I am reading a paper that deals with the solution for the Sturm-Liouville problem's uniqueness of solutions by defining an operator $K$:
$$K:L^2([0,1]) \to L^2([0,1])$$ $$f \hspace{0.5cm} \longrightarrow u$$
Where u is the solution to the ODE $u'' + \rho u=f$ (With the boundary conditions $u(0)=u(1)=0$).
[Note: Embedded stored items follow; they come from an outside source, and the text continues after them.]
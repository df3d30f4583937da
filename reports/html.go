package reports

import (
	"bufio"
	"crypto/sha256"
	_ "embed" // the files of the page
	"encoding/base64"
	"fmt"
	"html/template"
	"io"
	"strconv"
	"strings"

	"hazewright"
	"hazewright/logistics"
)

var (
	//go:embed assets/report.html
	pageSource string
	//go:embed assets/parts.html
	partsSource string
	//go:embed assets/report.css
	styleSheet string
	//go:embed assets/boot.js
	bootScript string
	//go:embed assets/echarts.custom.min.js
	echartsScript string

	//go:embed assets/LICENSE-echarts
	licenceECharts string
	//go:embed assets/NOTICE-echarts
	noticeECharts string
	//go:embed assets/LICENSE-d3
	licenceD3 string
	//go:embed assets/LICENSE-zrender
	licenceZrender string
	//go:embed assets/LICENSE-tslib
	licenceTslib string
)

var pageTemplate = pageOf("report", pageSource)

// pageOf returns the template of a page, with the parts that all pages share.
func pageOf(name, source string) *template.Template {
	return template.Must(template.Must(template.New(name).Parse(partsSource)).Parse(source))
}

// Licence is the licence text of a part that every report carries within itself.
type Licence struct{ Name, Text string }

// Licences returns the licences and notices of what a report redistributes.
func Licences() []Licence {
	return []Licence{
		{"Apache ECharts, NOTICE", noticeECharts},
		{"Apache ECharts", licenceECharts},
		{"d3, within Apache ECharts", licenceD3},
		{"zrender", licenceZrender},
		{"tslib", licenceTslib},
	}
}

// contentHash is the CSP source expression for a script or style sheet in the page.
func contentHash(s string) string {
	sum := sha256.Sum256([]byte(s))
	return "'sha256-" + base64.StdEncoding.EncodeToString(sum[:]) + "'"
}

// securityPolicy allows the two scripts and the style sheet by hash, and nothing else.
func securityPolicy() string {
	return fmt.Sprintf("default-src 'none'; script-src %s %s; style-src %s; img-src data:; base-uri 'none'; form-action 'none'",
		contentHash(echartsScript), contentHash(bootScript), contentHash(styleSheet))
}

// HTML writes the report: one file that needs nothing else, opens by double click,
// prints to A4 and follows the reader's light or dark setting. The first screen holds
// the answer for each design, what it hangs on, its largest caution and the scope.
func HTML(w io.Writer, r *hazewright.Result, p Provenance) error {
	if err := check(r); err != nil {
		return err
	}
	view, err := newPage(r, p)
	if err != nil {
		return err
	}
	return execute(w, pageTemplate, view)
}

// execute writes a page.
func execute(w io.Writer, t *template.Template, view any) error {
	out := bufio.NewWriterSize(w, 1<<16)
	if err := t.Execute(out, view); err != nil {
		return fmt.Errorf("reports: writing the %s page: %w", t.Name(), err)
	}
	if err := out.Flush(); err != nil {
		return fmt.Errorf("reports: writing the %s page: %w", t.Name(), err)
	}
	return nil
}

// frame is what every page carries: style sheet, scripts, the policy that allows those, and
// the licences of what they hold.
type frame struct {
	CSP           string
	CSS           template.CSS
	Echarts, Boot template.JS
	Licences      []Licence
}

func newFrame() frame {
	return frame{securityPolicy(), template.CSS(styleSheet), template.JS(echartsScript), template.JS(bootScript), Licences()}
}

// page is what the template shows. All strings are data: the template escapes them.
type page struct {
	frame

	Title, World, Goal, Scope, Deferral, HingeRule, EstimateNote string
	Sections                                                     []sectionLink
	Answers                                                      []answerView
	Comparison                                                   []comparisonView
	HasBenchmarks                                                bool
	Definitions                                                  []hazewright.FigureDef
	Populations                                                  []populationView
	ChartSections                                                []chartSection
	Limits                                                       []limitTable
	Gates                                                        []gateTableView
	Warnings                                                     []Warning
	Inputs                                                       []inputView
	Methods                                                      []hazewright.Method
	Words                                                        []Word
	Version, Command, File, SHA256                               string
	Tables                                                       []hazewright.TableFile
}
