Hierarchy is flattened from the top module without recursion. Cells are the instances of modules that the files do not
define, of gate primitives, and of empty modules that a library describes (stubs). A cell inside instances ``a`` and
``b`` is called ``a/b/cell``; bit 3 of the vector ``d`` is the net ``d[3]``. Where an escaped identifier makes two names
look the same, the later one keeps its backslash. A net takes its name from the module nearest to the top.

Each bit of a port of the top module is a cell of area 0 with the flag PORT; seen from that cell an input port drives its
net, so its pin is an output. Nets that are assigned to one another are one net (clause 6.1). Undeclared names in
connections are scalar nets (clause 4.5).
"""

from __future__ import annotations

import re
from array import array
from collections import Counter
from collections.abc import Iterator, Mapping, Sequence
from typing import Any

import numpy as np

from netpart.formats.library import CellType, ReadOptions, ignored_by_name
from netpart.formats.source import SourceText
from netpart.formats.verilog_grammar import GATES
from netpart.formats.verilog_scan import Instance, Module, parse_instance, scan_modules
from netpart.netlist import (
    MAX_PINS,
    CellFlag,
    Direction,
    IgnoredNet,
    IndexOverflowError,
    InputError,
    LimitError,
    Names,
    Netlist,
    Source,
)

__all__ = ["MAX_DEPTH", "MAX_VECTOR_WIDTH", "looks_like_verilog", "read_verilog"]

MAX_VECTOR_WIDTH = 1 << 20
"""Bits in one vector."""

MAX_DEPTH = 1000
"""Instances within instances."""

_CONSTANTS = {"0": 0, "1": 1, "x": 2}
_DIRECTIONS = {"input": Direction.INPUT, "output": Direction.OUTPUT, "inout": Direction.INOUT}
_AS_PORT_CELL = {"input": Direction.OUTPUT, "output": Direction.INPUT, "inout": Direction.INOUT}
_HEAD = re.compile(rb"(?:\s|//[^\n]*|/\*.*?\*/|\(\*.*?\*\)|`[^\n]*)*+(?:macro)?module[\s\\]", re.DOTALL)


def looks_like_verilog(data: bytes) -> bool:
    """Whether the first word, comments and directives aside, is ``module``."""
    return _HEAD.match(data) is not None
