"""Packing flow trees into a netlist, so that much flow must cross any legal cut and no net is loaded too much."""

from __future__ import annotations

import time
from collections.abc import Callable
from concurrent.futures import ThreadPoolExecutor
from dataclasses import dataclass
from typing import NamedTuple

import numpy as np
from numpy.typing import NDArray

from netpart.netlist import Netlist

__all__ = ["Batch", "Packing", "PackingTask", "pack_trees"]

BATCH = 8
"""Trees that are grown on the same lengths: few, as stale lengths cost more than idle threads."""
MARKS_PER_OCTAVE = 8
OCTAVES = 14
TOP_MARK = OCTAVES * MARKS_PER_OCTAVE - 1
_WARM_SHARPNESS = 10.0
_FIRST_SHARPNESS, _SHARPNESS_PER_SWEEP, _MOST_SHARPNESS = 10.0, 8.0, 1000.0
_SWEEPS = 4
"""Each source group is visited at least about so often, or sources are put together into fewer groups."""


class PackingTask(NamedTuple):
    """What is to be packed.

    Attributes
    ----------
    netlist : Netlist
    demands : (n,) float64
        Share of the total demand that each cell takes in, Σ = 1; 0 leaves a cell out.
    low, high : float
        The least and the largest share that a block of a legal partition can hold.
    num_blocks : int
    """

    netlist: Netlist
    demands: NDArray[np.float64]
    low: float
    high: float
    num_blocks: int


class Batch(NamedTuple):
    """The trees grown on one set of lengths, and how much of each group's flow they took over."""

    changed_nets: NDArray[np.int32]
    changed_marks: NDArray[np.int16]
    limit: int
    groups: NDArray[np.int32]
    targets: NDArray[np.float64]
    steps: NDArray[np.float64]


@dataclass(frozen=True, slots=True, eq=False)
class Packing:
    """A packing of trees.

    Attributes
    ----------
    roots : (g,) int32
        The root cell of each source group.
    groups : (n,) int32
        The group of each cell, −1 for a cell that sends nothing.
    first_marks : (m,) int16
        The mark of each net before the first batch.
    batches : list of Batch
        All trees, in the order in which they were grown.
    estimate : float
        The bound, as far as rounded sums tell; the certificate's check has the last word.
    history : list of (seconds, estimate)
    prices : (m,) float64
        The length of each net at the end, the largest 1: where it is large, cuts are dear.
    """

    roots: NDArray[np.int32]
    groups: NDArray[np.int32]
    first_marks: NDArray[np.int16]
    batches: list[Batch]
    estimate: float
    history: list[tuple[float, float]]
    prices: NDArray[np.float64]


def length_table() -> NDArray[np.int32]:
    """The whole length that each mark stands for: 1 … 2^14, eight marks per octave."""
    return np.maximum(1, np.round(2.0 ** (np.arange(TOP_MARK + 1) / MARKS_PER_OCTAVE))).astype(np.int32)


def pack_trees(
    task: PackingTask,
    num_trees: int,
    *,
    time_limit: float | None = None,
    threads: int = 1,
    seed: int = 0,
    memory: int = 400_000_000,
    listener: Callable[[float, float], None] | None = None,
) -> Packing:
    """Pack flow trees by block-coordinate steps on an exponential potential.

    Each source group (a cell, or a few cells near each other where the budget is too small for one tree per cell)
    keeps its flow as a mixture of trees. It is visited again and again: a new tree is grown along the cheapest nets,
    and the mixture moves towards it as far as the potential falls, or towards no flow at all where the group's flow
    costs more than it is worth. Lengths follow the loads, y(e) = exp(α (L(e)/w(e) − c)) / w(e), and α grows.

    Parameters
    ----------
    task : PackingTask
    num_trees : int
        How many trees to grow; with a time limit the most.
    time_limit : float, optional
        Seconds; results with it are not reproducible.
    threads : int
        The result does not depend on it.
    seed : int
    memory : int
        Bytes that the loads per group may take; the nets that matter least share a rough estimate.
    listener : callable, optional
        Told (seconds, estimate) now and then.

    References
    ----------
    N. Garg and J. Könemann, "Faster and simpler algorithms for multicommodity flow and other fractional packing
    problems", FOCS 1998. L. Fleischer, "Approximating fractional multicommodity flow independent of the number of
    commodities", SIAM J. Discrete Mathematics 13, 2000. The steps between old and new flow of one commodity go back to
    A. V. Goldberg, J. D. Oldham, S. Plotkin and C. Stein, "An implementation of a combinatorial approximation
    algorithm for minimum-cost multicommodity flow", IPCO 1998.
    """
    with ThreadPoolExecutor(max(threads, 1)) as pool:
        return _Run(task, num_trees, time_limit, max(threads, 1), seed, memory, listener, pool).run()
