import { keepPreviousData, queryOptions, useQuery } from "@tanstack/react-query";
import { latestEdits } from "../../../../shared/schemas/history.ts";
import { ask } from "../../../lib/api.ts";
import { api } from "../../../lib/paths.ts";

/** Who edited each cell last; asked anew when what there is to explain is another. */
export const useLatestEdits = (studyId: string, toExplain: string) =>
  useQuery(
    queryOptions({
      queryKey: ["latest edits", studyId, toExplain],
      queryFn: ({ signal }) => ask({ path: api.latestEdits(studyId), answer: latestEdits, signal }),
      placeholderData: keepPreviousData,
    }),
  );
It is then shown that the operator $K$ is injective, so that for a given $f \in L^2([0,1])$ there is a unique solution $u \in L^2([0,1])$.
Also, if $f \in C([0,1])$, as u verifies $u'' + \rho u=f$ then $u''$ is also continuous so that $u \in C^2([0,1])$.
So my question is:
We are dealing with equivalence classes in $L^2([0,1])$, so the uniqueness that comes from the fact that $K$ is injective is for the equivalence class $[u]$. So precisely what I need to know is whether in the set $[u]$ the representative in $C^2([0,1])$ is also unique.
Continuous representatives are unique whenever they exist. That is just because if you modify a continuous function at one point, to have the result also be a continuous function, you need to make a modification on an interval, which will leave the equivalence class you started in (since intervals have positive measure).
Another way of putting it is that the complement of a measure zero set is always dense, and two continuous functions that agree on a dense set agree everywhere.